“It doesn’t have to be LBP to be a hazard! Regulations that can lead you astray!”

“It doesn’t have to be LBP to be a hazard! Regulations that can lead you astray! These and other myths surrounding paint and coatings dispelled (or at least discussed)!”

Presented By Michael C. Sharp of Hazard Management Services, Inc.

 

OSHA regulates lead down to any detectable amount of lead in paint and has no cutoff date concerning when paints no longer might contain lead. This acknowledges that lead is a problem at nearly any level in the paint, yet many regulations are unconcerned if the paint is not LBP!

The belief that non-lead-based paint is safe is a fallacy.

Sanding one square foot of LBP can contaminate 23,000 (+) square feet above the EPA hazard level for floors.

Paints produced and sold via retail outlets between 1978 and 2009 were allowed to contain 600 ppm of lead – roughly 1/10 that of lead based paint.

Sanding one square foot of paint with 600 ppm could contaminate 2300 square feet of floor space above EPA hazard levels.

Paint since 2009 is allowed to contain up to 90 ppm.

Sanding one square foot of 90 ppm paint can contaminate up to 400 square feet of floor space.

All of the above assumes there is a single layer of paint – with multiple layers of paint, the numbers can be worse. These numbers assume minimum required levels of lead in the paint when discussing lead based paint. This does move from lead per area to percent lead per, which could affect the numbers slightly.

The belief that lead based paint is no longer in use is a fallacy.

LBP is still legal and in use outside of homes, schools and public buildings.

The belief that the level in lead that  determines whether it is lead-based or non-lead-based is based on health concerns is a fallacy

The level of lead required to be in paint to determine that paint is lead-based, when measured by lead per a defined area, was based on the lowest level of lead necessary for an XRF to be accurate.

The level of lead required to be in paint to determine that paint is lead-based, when measured by weight or percent, was based on the ability of manufacturers to remove lead from paint and continue to produce a viable product.

Levels determining paints to be LBP have nothing to do with Health – our responses should not be based on whether the paint is LBP!

The belief that paint is what put most lead in the soils around older homes (pre-1978) is a partial fallacy.

Does anyone remember when we used to have to warm up our cars before we drove them?

The belief that lead-based coatings and materials were banned from homes in 1978 is a fallacy.

The belief that contractors will handle paint, and other lead coatings, correctly because they are professionals is a fallacy. 

This incorrectly assumes that painting and other contractors know the hazards and the regulations – which many do not.

The belief that lead is the worst thing we ever put into paint is a fallacy.

What about Cadmium, Barium, Arsenic, Mercury and other heavy metals and toxic substance?

We should be concerned with the handling of all paints as the rules and work practices used to handle paint in a “lead safe fashion” will protect us (and the environment) from all these hazards. We should handle paint the same whether paint contains lead or not. Think of how much money this would save in inspection costs!

Regulations that can lead you astray

The HUD and EPA stops regulating paint when there is less lead than LBP levels. This leads to big problems when the paint contains lead but not at LBP levels.

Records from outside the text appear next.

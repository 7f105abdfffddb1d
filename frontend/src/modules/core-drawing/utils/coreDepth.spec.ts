import { describe, expect, it } from 'vitest';
import { coreScale, depthLinks, erosionMarks, hasMudWithDepths, thicknessLabel, traceOnAxis, type CoreUnit } from './coreDepth';

// A hand-made core, top down: mud 0-0.5 m, bed T1 0.5-0.7 m (scoured 3 cm into the mud below),
// mud 0.7-1.2 m, bed T2 1.2-1.25 m, mud 1.25-2.0 m. Beds total 0.25 m, so the core is 1.75 m of
// event-free depth. Expected values below are worked by hand from that layout.
const core: CoreUnit[] = [
  { id: 'm1', position: 1, name: 'mud 3', topDepthM: 1.25, baseDepthM: 2.0, facies: 'HEMIPELAGIC_MUD' },
  { id: 't2', position: 2, name: 'T2', topDepthM: 1.2, baseDepthM: 1.25, facies: 'TURBIDITE' },
  { id: 'm2', position: 3, name: 'mud 2', topDepthM: 0.7, baseDepthM: 1.2, facies: 'HEMIPELAGIC_MUD' },
  { id: 't1', position: 4, name: 'T1', topDepthM: 0.5, baseDepthM: 0.7, facies: 'TURBIDITE', basalErosionM: 0.03 },
  { id: 'm3', position: 5, name: 'mud 1', topDepthM: 0, baseDepthM: 0.5, facies: 'HEMIPELAGIC_MUD', basalErosionM: 0 },
];

describe('coreScale', () => {
  const scale = coreScale(core)!;

  it('removes the beds above a point, and only the part of a bed above it', () => {
    expect(scale.eventFreeDepth(0.3)).toBeCloseTo(0.3, 12);
    expect(scale.eventFreeDepth(0.6)).toBeCloseTo(0.5, 12); // inside T1: its top
    expect(scale.eventFreeDepth(1.0)).toBeCloseTo(0.8, 12);
    expect(scale.eventFreeDepth(1.22)).toBeCloseTo(1.0, 12);
    expect(scale.eventFreeLengthM).toBeCloseTo(1.75, 12);
  });

  it('lists the units top down and collapses each bed to one event-free depth', () => {
    expect(scale.segments.map((segment) => segment.unit.id)).toEqual(['m3', 't1', 'm2', 't2', 'm1']);
    const t1 = scale.segments[1]!;
    expect(t1.isBed).toBe(true);
    expect(t1.eventFreeTopM).toBeCloseTo(0.5, 12);
    expect(t1.eventFreeBaseM).toBeCloseTo(0.5, 12);
    const mud2 = scale.segments[2]!;
    expect([mud2.eventFreeTopM, mud2.eventFreeBaseM].map((v) => Number(v.toFixed(9)))).toEqual([0.5, 1.0]);
  });

  it('measures event-free depth from the top of the uppermost unit', () => {
    const shifted = coreScale(core.map((unit) => ({ ...unit, topDepthM: unit.topDepthM + 0.1, baseDepthM: unit.baseDepthM + 0.1 })))!;
    expect(shifted.topDepthM).toBeCloseTo(0.1, 12);
    expect(shifted.eventFreeDepth(1.1)).toBeCloseTo(0.8, 12);
  });

  it('has nothing to draw without a unit of some thickness', () => {
    expect(coreScale([])).toBeNull();
    expect(coreScale([{ id: 'x', position: 1, name: 'x', topDepthM: 1, baseDepthM: 1, facies: 'OTHER' }])).toBeNull();
  });
});

describe('depthLinks', () => {
  it('links round true depths outside beds to their event-free depths', () => {
    const links = depthLinks(coreScale(core)!, [0, 0.5, 0.6, 1, 1.5, 2, 2.5]);
    expect(links.map((link) => link.depthM)).toEqual([0, 0.5, 1, 1.5, 2]);
    expect(links.map((link) => Number(link.eventFreeDepthM.toFixed(9)))).toEqual([0, 0.5, 0.8, 1.25, 1.75]);
  });
});

describe('erosionMarks', () => {
  it('marks only bases with an erosion estimate above zero', () => {
    const marks = erosionMarks(coreScale(core)!);
    expect(marks).toHaveLength(1);
    expect(marks[0]).toMatchObject({ unitId: 't1', depthM: 0.7, erosionM: 0.03 });
    expect(marks[0]!.eventFreeDepthM).toBeCloseTo(0.5, 12);
  });
});

describe('hasMudWithDepths', () => {
  it('needs a hemipelagic unit with a thickness', () => {
    expect(hasMudWithDepths(core)).toBe(true);
    expect(hasMudWithDepths([{ facies: 'HEMIPELAGIC_MUD', topDepthM: 1, baseDepthM: 1 }])).toBe(false);
    expect(hasMudWithDepths([{ facies: 'TURBIDITE', topDepthM: 0, baseDepthM: 1 }])).toBe(false);
  });
});

describe('thicknessLabel', () => {
  it('writes centimetres below a metre', () => {
    expect(thicknessLabel(0.03)).toBe('3 cm');
    expect(thicknessLabel(0.025)).toBe('2.5 cm');
    expect(thicknessLabel(0.4)).toBe('40 cm');
    expect(thicknessLabel(1.234)).toBe('1.23 m');
  });
});

describe('traceOnAxis', () => {
  const scale = coreScale(core)!;

  it('keeps true depths as they are and skips missing readings', () => {
    expect(traceOnAxis([0.1, 0.6, 1.0], [5, Number.NaN, 7], scale, 'TRUE')).toEqual([
      { depth: 0.1, value: 5 },
      { depth: 1.0, value: 7 },
    ]);
  });

  it('puts a bed readings at the bed one event-free depth and drops readings outside the core', () => {
    const points = traceOnAxis([0.55, 0.65, 1.0, 2.4], [10, 12, 7, 1], scale, 'EVENT_FREE');
    expect(points.map((p) => Number(p.depth.toFixed(9)))).toEqual([0.5, 0.5, 0.8]);
    expect(points.map((p) => p.value)).toEqual([10, 12, 7]);
  });
});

Federal rules require LBP to be stripped 6 inches beyond areas of structural steel being welded or torch cut – this leads to the belief that welding and torch cutting can be conducted safely once the paint is removed 6 inches from the work to be done – that is a complete fallacy.

Lack of knowledge of Regulations can also lead you astray

How many contractors (or building owners) realize that paint is suspect for containing asbestos? Lack of enforcement does not mean it is legal to remove paint without checking it for asbestos (this falls under the Federal NESHAPs regulation).

People addressing mold growth in their home or building often address the obvious problems, mold growth and water intrusion, completely forgetting or ignoring that the materials the mold is growing on may contain lead or asbestos.

If we don’t address all of these issue – we ignore many potential hazards (lead and otherwise) – while making people think they safe because the there is no “lead-based paint” or that issue has been dealt with (while others are ignored).